Fotos: mdlramos 0501
Ramalde rural vai aos poucos desaparecendo -o cerco aperta! Nesta zona, apenas restam dois casais de lavradores, velhotes (mas q já descobriram q. os cd-roms são óptimos para espantar pardais ;-).
Nos parágrafos dedicados ao habitat e urbanismo do site da Junta de Freguesia de Ramalde pode ler-se o seguinte: «A habitação social marca profundamente a ocupação na freguesia de Ramalde que se organiza fundamentalmente a partir da década de 60. Em contrapartida, e sem explicação, embora tenha sido Ramalde um território rural, parece não ter havido então a preocupação de criar espaços verdes. Na realidade, em toda a freguesia apenas existe uma zona de lazer e que não é pública.
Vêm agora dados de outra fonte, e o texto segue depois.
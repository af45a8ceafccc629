import type { Db } from "../index";
import type { Insertable } from "kysely";
import type { LineStagesTable, LinesTable } from "../schema";

/*
 * Bramblecote's coatings library and finishing lines. Every name, supplier, lot number, price and
 * figure here is invented. Lot dates are set relative to the seeding day so the demo always
 * shows a healthy stock, a low-stock powder, a lot near expiry and an expired one.
 */
const DAY_S = 86_400;

function dayStart(s: number): number {
  return Math.floor(s / DAY_S) * DAY_S;
}

function plusMonths(s: number, months: number): number {
  const d = new Date(s * 1000);
  const target = new Date(Date.UTC(d.getUTCFullYear(), d.getUTCMonth() + months, 1));
  const last = new Date(Date.UTC(target.getUTCFullYear(), target.getUTCMonth() + 1, 0)).getUTCDate();
  target.setUTCDate(Math.min(d.getUTCDate(), last));
  return target.getTime() / 1000;
}

interface SeedCoating {
  code: string;
  name: string;
  kind: "powder" | "e-coat";
  chemistry: string;
  colour: [string, string];
  sg?: number;
  ecoat?: { volumeSolids: number; weightSolids: number; filmDensity: number };
  filmUm: [number, number];
  cure: [number, number][];
  pricePerKg: number;
  container: ["box" | "drum", number];
  supplier: [string, string];
  leadTimeDays: number;
  shelfLifeMonths: number;
  reorderPointKg: number;
  /** [lot number, received this many days ago, kg on hand] */
  lots: [string, number, number][];
}

const ferncastle: [string, string] = ["Ferncastle Powder Works", "ferncastle.sales@supplier.test"];
const ouseburn: [string, string] = ["Ouseburn Finishes", "ouseburn.trade@supplier.test"];
// Process Heating, "Ensuring Adequate Curing of Paint and Powder Coatings": a polyester powder schedule
const polyesterCure: [number, number][] = [[190, 12], [200, 10], [210, 8]];

const coatings: SeedCoating[] = [
  {
    code: "EC-200",
    name: "Cathodic epoxy e-coat primer",
    kind: "e-coat",
    chemistry: "cathodic-epoxy",
    colour: ["Forge Black", "#23262a"],
    ecoat: { volumeSolids: 0.4, weightSolids: 0.5, filmDensity: 1.4 },
    filmUm: [18, 25],
    cure: [[180, 20], [190, 15], [205, 10]],
    pricePerKg: 7.2,
    container: ["drum", 200],
    supplier: ["Larkmoor Coatings Supply", "larkmoor.orders@supplier.test"],
    leadTimeDays: 21,
    shelfLifeMonths: 6,
    reorderPointKg: 400,
    lots: [["LM-26-0411", 40, 520], ["LM-26-0467", 10, 800]],
  },
  {
    code: "PP-410",
    name: "Outdoor polyester, gloss",
    kind: "powder",
    chemistry: "polyester",
    colour: ["Bramble Green", "#3f6b47"],
    sg: 1.55,
    filmUm: [60, 90],
    cure: polyesterCure,
    pricePerKg: 9.4,
    container: ["box", 25],
    supplier: ferncastle,
    leadTimeDays: 10,
    shelfLifeMonths: 12,
    reorderPointKg: 150,
    lots: [["FPW-7731", 60, 175], ["FPW-7802", 15, 250]],
  },
  {
    code: "PP-420",
    name: "Outdoor polyester, satin",
    kind: "powder",
    chemistry: "polyester",
    colour: ["Quarry Grey", "#7a7f80"],
    sg: 1.5,
    filmUm: [60, 90],
    cure: polyesterCure,
    pricePerKg: 9.1,
    container: ["box", 25],
    supplier: ferncastle,
    leadTimeDays: 10,
    shelfLifeMonths: 12,
    reorderPointKg: 120,
    lots: [["FPW-7655", 95, 40]],
  },
  {
    code: "PP-430",
    name: "Outdoor polyester, gloss",
    kind: "powder",
    chemistry: "polyester",
    colour: ["Rosehip Red", "#9e2f2a"],
    sg: 1.48,
    filmUm: [60, 90],
    cure: polyesterCure,
    pricePerKg: 10.6,
    container: ["box", 20],
    supplier: ferncastle,
    leadTimeDays: 14,
    shelfLifeMonths: 12,
    reorderPointKg: 75,
    lots: [["FPW-7120", 330, 60], ["FPW-7790", 20, 100]],
  },
  {
    code: "PH-510",
    name: "Indoor hybrid, matt",
    kind: "powder",
    chemistry: "hybrid",
    colour: ["Chalk White", "#f1efe8"],
    sg: 1.4,
    filmUm: [50, 80],
    cure: [[180, 15], [190, 12], [200, 8]],
    pricePerKg: 8.3,
    container: ["box", 25],
    supplier: ouseburn,
    leadTimeDays: 14,
    shelfLifeMonths: 12,
    reorderPointKg: 100,
    lots: [["OF-23-118", 30, 220]],
  },
  {
    code: "PZ-610",
    name: "Zinc-rich epoxy primer",
    kind: "powder",
    chemistry: "zinc-rich-epoxy",
    colour: ["Zinc Primer Grey", "#8d9092"],
    sg: 2.6,
    filmUm: [50, 75],
    cure: [[180, 15], [200, 10]],
    pricePerKg: 14.8,
    container: ["box", 20],
    supplier: ouseburn,
    leadTimeDays: 28,
    shelfLifeMonths: 9,
    reorderPointKg: 60,
    lots: [["OF-22-907", 300, 15], ["OF-23-140", 25, 80]],
  },
];

type Stage = Omit<LineStagesTable, "id" | "line_id" | "position">;
const stage = (name: string, kind: Stage["kind"], length_m: number, extra: Partial<Stage> = {}): Stage => ({
  name,
  kind,
  length_m,
  temp_c: null,
  heat_transfer_coefficient_w_per_m2k: null,
  colour_change_min: null,
  ...extra,
});

export async function seedCoatingsAndLines(db: Db, nowS = Math.floor(Date.now() / 1000)): Promise<void> {
  const today = dayStart(nowS);
  for (const c of coatings) {
    const { id } = await db
      .insertInto("coatings")
      .values({
        code: c.code,
        name: c.name,
        kind: c.kind,
        chemistry: c.chemistry,
        colour_name: c.colour[0],
        swatch_hex: c.colour[1],
        specific_gravity: c.sg ?? null,
        volume_solids_fraction: c.ecoat?.volumeSolids ?? null,
        weight_solids_fraction: c.ecoat?.weightSolids ?? null,
        film_density_g_per_cm3: c.ecoat?.filmDensity ?? null,
        film_min_um: c.filmUm[0],
        film_max_um: c.filmUm[1],
        price_per_kg: c.pricePerKg,
        container_kind: c.container[0],
        container_kg: c.container[1],
        supplier_name: c.supplier[0],
        supplier_email: c.supplier[1],
        lead_time_days: c.leadTimeDays,
        shelf_life_months: c.shelfLifeMonths,
        reorder_point_kg: c.reorderPointKg,
        archived_at: null,
        created_at: nowS,
        updated_at: nowS,
      })
      .returning("id")
      .executeTakeFirstOrThrow();
    await db
      .insertInto("coating_cure_points")
      .values(c.cure.map(([metal_temp_c, hold_min]) => ({ coating_id: id, metal_temp_c, hold_min })))
      .execute();
    await db
      .insertInto("coating_lots")
      .values(
        c.lots.map(([lot_number, daysAgo, kg_on_hand]) => {
          const received = today - daysAgo * DAY_S;
          return { coating_id: id, lot_number, received_at: received, expires_at: plusMonths(received, c.shelfLifeMonths), kg_on_hand, created_at: nowS };
        }),
      )
      .execute();
  }

  const lineBase = {
    notes: "",
    line_speed_min_m_per_min: null,
    line_speed_max_m_per_min: null,
    line_speed_nominal_m_per_min: null,
    carrier_pitch_m: null,
    interior_width_mm: null,
    interior_height_mm: null,
    interior_depth_mm: null,
    racks_per_load: null,
    air_temp_c: null,
    heat_transfer_coefficient_w_per_m2k: null,
    load_min: null,
    unload_min: null,
    archived_at: null,
    created_at: nowS,
    updated_at: nowS,
  };
  const conveyors: { row: Omit<Insertable<LinesTable>, "kind">; stages: Stage[] }[] = [
    {
      row: {
        ...lineBase,
        name: "Line 1 — E-coat and powder",
        notes: "Seven-stage spray and dip pretreatment, cathodic e-coat with its own bake oven, then one powder booth and the powder cure oven.",
        hourly_cost: 410,
        window_width_mm: 500,
        window_height_mm: 1500,
        window_depth_mm: 600,
        max_load_kg: 45,
        line_speed_min_m_per_min: 1.5,
        line_speed_max_m_per_min: 4.5,
        line_speed_nominal_m_per_min: 3,
        carrier_pitch_m: 0.6,
      },
      stages: [
        stage("Alkaline clean", "clean", 9, { temp_c: 60 }),
        stage("Rinse 1", "rinse", 3),
        stage("Rinse 2", "rinse", 3),
        stage("Conditioner", "rinse", 2),
        stage("Zinc phosphate", "conversion", 6, { temp_c: 50 }),
        stage("Rinse 3", "rinse", 3),
        stage("DI rinse", "rinse", 3),
        stage("E-coat tank", "e-coat", 12, { temp_c: 32 }),
        stage("Permeate rinse", "rinse", 4),
        stage("Final DI rinse", "rinse", 3),
        stage("E-coat bake oven", "cure-oven", 75, { temp_c: 215, heat_transfer_coefficient_w_per_m2k: 35 }),
        stage("Cool-down 1", "cool", 15),
        stage("Powder booth", "powder-booth", 6, { colour_change_min: 20 }),
        stage("Powder cure oven", "cure-oven", 60, { temp_c: 210, heat_transfer_coefficient_w_per_m2k: 30 }),
        stage("Cool-down 2", "cool", 20),
      ],
    },
    {
      row: {
        ...lineBase,
        name: "Line 2 — Powder only",
        notes: "Three-stage iron phosphate washer, dry-off oven, one powder booth with reclaim, cure oven.",
        hourly_cost: 260,
        window_width_mm: 800,
        window_height_mm: 1800,
        window_depth_mm: 700,
        max_load_kg: 80,
        line_speed_min_m_per_min: 1.2,
        line_speed_max_m_per_min: 3.6,
        line_speed_nominal_m_per_min: 2.4,
        carrier_pitch_m: 0.9,
      },
      stages: [
        stage("Cleaner-coater", "conversion", 7, { temp_c: 55 }),
        stage("Rinse", "rinse", 3),
        stage("Sealer rinse", "rinse", 3),
        stage("Dry-off oven", "dry-off", 10, { temp_c: 150, heat_transfer_coefficient_w_per_m2k: 25 }),
        stage("Cool-down 1", "cool", 6),
        stage("Powder booth A", "powder-booth", 5, { colour_change_min: 15 }),
        stage("Cure oven", "cure-oven", 54, { temp_c: 205, heat_transfer_coefficient_w_per_m2k: 28 }),
        stage("Cool-down 2", "cool", 18),
      ],
    },
  ];
  for (const l of conveyors) {
    const { id } = await db.insertInto("lines").values({ ...l.row, kind: "conveyor" }).returning("id").executeTakeFirstOrThrow();
    await db
      .insertInto("line_stages")
      .values(l.stages.map((s, position) => ({ ...s, line_id: id, position })))
      .execute();
  }
  await db
    .insertInto("lines")
    .values({
      ...lineBase,
      name: "Batch oven B — gas",
      kind: "batch",
      notes: "Gas-fired walk-in oven for overflow and heavy sections; parts are sprayed in the Line 2 booth off-line.",
      hourly_cost: 65,
      window_width_mm: 1000,
      window_height_mm: 2000,
      window_depth_mm: 2800,
      max_load_kg: 250,
      interior_width_mm: 2400,
      interior_height_mm: 2400,
      interior_depth_mm: 6000,
      racks_per_load: 4,
      air_temp_c: 200,
      heat_transfer_coefficient_w_per_m2k: 22,
      load_min: 12,
      unload_min: 10,
    })
    .execute();
}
Trata-se do parque de campismo da cidade, ou parque da Prelada, que ocupa a quinta que pertenceu ao antigo solar dos Senhores da Prelada(...).
A par deste tipo de habitação, aparecem as áreas residenciais de luxo (...) »
Essa ausência de "preocupação de criar espaços verdes" parece continuar, assim como prossegue a urbanização desenfreada, como não poderia deixar de ser. Já não falando em grandes zonas verdes, nem sequer em médios jardins públicos, o que seria tb desejável e possível era que nas pequenas zonas ajardinadas existentes se colocassem bancos (de jardim de preferência com costas ;-) e que se ajardinassem os espaços tipo baldio que abundam nas zonas de habitação social.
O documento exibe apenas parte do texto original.